11 And he lighted upon a certain place, and tarried there all night,
because the sun was set; and he took of the stones of that place, and put them for his pillows, and lay down in that place to sleep.
12 And he dreamed, and behold a ladder set up on the earth, and the top of it reached to heaven: and behold the angels of God ascending and descending on it.
13 And, behold, the LORD stood above it, and said, I am the LORD God of Abraham thy father, and the God of Isaac: the land whereon thou liest, to thee will I give it, and to thy seed;
14 And thy seed shall be as the dust of the earth, and thou shalt spread abroad to the west, and to the east, and to the north, and to the south: and in thee and in thy seed shall all the families of the earth be blessed.
15 And, behold, I am with thee, and will keep thee in all places whither thou goest, and will bring thee again into this land; for I will not leave thee, until I have done that which I have spoken to thee of. 16 And Jacob awaked out of his sleep, and he said, Surely the LORD is in this place; and I knew it not.
17 And he was afraid, and said, How dreadful is this place! this is none other but the house of God, and this is the gate of heaven.
18 And Jacob rose up early in the morning, and took the stone that he had put for his pillows, and set it up for a pillar, and poured oil upon the top of it.
19 And he called the name of that place Bethel: but the name of that city was called Luz at the first.

The promise to Jacob was that the land would be given to him, and not only that, but the land of promise would be the site of a "ladder to heaven," for angels to ascend and descend. This reveals the true significance of the promised land. It had to do with the revelations of God to man. Jesus said to Nathanael that he would see the angels ascending and descending on himself, perhaps implying that He replaces the land, or at least, fulfils the land promise.

W.D. Davies (1911-2001) wrote:

The point of John 1:51, in part at least, is that it is no longer the place, Bethel, that is important, but the Person of the Son of Man. It is in his Person that "the house of God and the gate of heaven" are now found. Where the Son of Man is the "heaven will be opened" and the angels will ascend and descend to connect that heaven with earth, that is, in 1:51 Jesus is not to be set over against Jacob or the ladder of his dream, but over against the sanctuary at Bethel itself, which had been a link between heaven and earth and the place of God's habitation on earth.
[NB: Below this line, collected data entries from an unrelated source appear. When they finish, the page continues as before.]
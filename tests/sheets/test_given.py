"""Everything typed is shown as typed, with the value used beside it."""

import pytest

from server.sheets import given
from tests.sheets import fixture


def rich_document():
    """The fixture with every kind of entry that a member's document can hold."""
    raw = fixture.document()
    raw["basis"] = {
        "method": "limit-state",
        "partial_factor": {"adhesive": 1.35, "material": {"softwood": 1.31, "ply": 1.21}, "fastener": 1.32},
        "fall_back_factor": 1.15,
    }
    raw["materials"]["softwood"].update(
        {"nu": 0.35, "creep": 0.61, "yield": 27.5, "expansion": 4.5e-6, "layered": True}
    )
    raw["materials"]["softwood"]["duration_factors"] = {"medium-term": 0.81}
    raw["materials"]["softwood"]["factors"] = {"moisture": 0.91}
    raw["materials"]["softwood"]["strengths"]["tension_across"] = "58.5 psi"
    raw["materials"]["spare"] = {"E": 12345, "status": "draft", "note": "kept for later"}
    raw["adhesives"]["R2"] = {"shear_strength": 5.25, "thickness": "0.31 mm", "shear_strain_limit": 0.041}
    raw["fasteners"]["N27"].update({"slip_modulus": "5500 lbf/in", "spacing_min": 27.5, "spacing_max": 151})
    member = raw["member"]
    member["supports"].append({"at": "3.1 m", "kind": "spring", "stiffness": "1.5 kN/mm"})
    member["hinges"] = ["4.4 m"]
    member["held_sideways"] = True
    raw["loads"]["roof"] += [
        {"kind": "area", "from": 11, "to": "12 ft", "value": "125 psf", "width": "4 ft"},
        {"kind": "couple", "at": "13' 9-1/2\"", "value": "1.7 kN*m"},
        {"kind": "line", "from": 14, "to": 15, "value": ["1.6 kN/m", 2.6], "lateral": 0.77, "offset": 16},
        {"kind": "self-weight"},
    ]
    raw["combinations"]["service"] = {"factors": {"roof": 1.05}, "for": "deflection", "sustained": {"roof": 0.37}}
    raw["section"]["pieces"]["web L"].update({"turn": "2.5 deg", "grain": "across", "from": 17, "to": "5.9 m"})
    joint = raw["section"]["joints"][0]
    joint.update({"width": "61 mm", "coverage": 0.93, "segment": 2, "rows": 3})
    joint["spacing"] = [{"from": 0, "to": "1.9 m", "spacing": 71}, {"from": "1.9 m", "to": 6000, "spacing": "72 mm"}]
    raw["analysis"] = {"slip": False, "shear_deformation": True, "field": "never", "rules": ["EN 1995-1-1 9.1.1"]}
    raw["service"] = {"temperature": [-11, "36 degC"], "cure_temperature": 21.5, "moisture_change": {"softwood": 6.5}}
    return raw


def leaves(value):
    if isinstance(value, dict):
        for each in value.values():
            yield from leaves(each)
    elif isinstance(value, list):
        for each in value:
            yield from leaves(each)
    elif not isinstance(value, bool):
        yield value


def test_every_typed_value_is_shown_as_typed():
    raw = rich_document()
    groups = given(raw, {})
    shown = "\n".join(f"{g.title} {g.about} {r.label} {r.typed}" for g in groups for r in g.rows)
    shown += "\n" + "\n".join(g.about for g in groups)
    for part in (
        "basis",
        "member",
        "loads",
        "combinations",
        "section",
        "analysis",
        "service",
        "materials",
        "adhesives",
        "fasteners",
    ):
        for leaf in leaves(raw[part]):
            if leaf not in ("rectangle", "both", "press", 1):
                text = f"{leaf:.12g}" if isinstance(leaf, float) else str(leaf).replace("degC", "°C")
                assert text in shown, f"{leaf!r} of {part}"


def rows_of(groups, title):
    return {row.label: row for group in groups if group.title == title for row in group.rows}


@pytest.mark.parametrize(
    ("title", "label", "typed", "used"),
    [
        ("Member", "Length", "6.0 m", "6000 mm"),
        ("Member", "Support 3", "spring at 3.1 m, stiffness 1.5 kN/mm", "at 3100 mm, stiffness 1500 N/mm"),
        ("Member", "Deflection limit", "span / 300", ""),
        (
            "Loads",
            "roof 2",
            "area 125 psf on a width of 4 ft from 11 to 12 ft",
            "0.005 985 03 N/mm² on a width of 1219.2 mm",
        ),
        ("Loads", "roof 3", "couple 1.7 kN*m at 13' 9-1/2\"", "1.7 kN·m at 4203.7 mm"),
        ("Loads", "hoist", "point 3.0 kN at 2.0 m", "3 kN at 2000 mm"),
        (
            "Section pieces",
            "top flange",
            "90 × 70 at 12.5 across, 330 up; softwood",
            "90 mm × 70 mm at 12.5 mm across, 330 mm up",
        ),
        ("Material softwood", "Strength, tension across", "58.5 psi", "0.403 343 MPa"),
        ("Analysis and service", "Service temperature", "-11 to 36 °C", "−11 °C to 36 °C"),
    ],
)
def test_what_was_typed_stands_beside_what_was_used(title, label, typed, used):
    row = rows_of(given(rich_document(), {}), title)[label]
    assert row.typed == typed
    assert row.converted.replace("\u00a0", " ").replace("\u2009", " ").startswith(used)


def test_in_inch_pound_display_the_used_value_is_in_inches_and_pounds():
    rows = rows_of(given(fixture.document(), {}, "US"), "Member")
    assert rows["Length"].converted.replace("\u00a0", " ") == "236.22 in"


def test_values_from_a_record_name_it_and_claim_nothing_was_typed():
    groups = given(fixture.document(), fixture.result()["values_used"])
    group = next(each for each in groups if each.title == "Adhesive R2")
    assert group.about == "record V-014, revision 2; status approved; block shear, n = 10 (invented)"
    assert group.values
    row = next(row for row in group.rows if row.label == "Shear strength")
    assert (row.typed, row.converted.replace("\u00a0", " ")) == ("", "5.2 MPa")


def test_typed_values_say_so_and_unused_ones_too():
    groups = given(rich_document(), fixture.result()["values_used"])
    about = {group.title: group.about for group in groups}
    assert about["Material softwood"].startswith("typed for this check")
    assert about["Material spare"] == "status draft; kept for later; not used by the section"


def test_half_a_document_is_no_failure():
    assert given({}, {}) == ()
    assert given({"loads": {"a": []}, "section": {"pieces": {}}, "materials": None}, {}) == ()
This interpretation has the advantage over many others proposed of relying simply on the Biblical text at Gen. 28. Furthermore, it comports well with the idea of the humanity of Christ as the dwelling place of God with men and as the new temple with which we have already dealt, and especially with the concept of the Logos becoming flesh in 1:14.

The Gospel and the Land: Early Christianity and Jewish Territorial Doctrine, by W. D. Davies. [U. of California Press 1974] p. 298.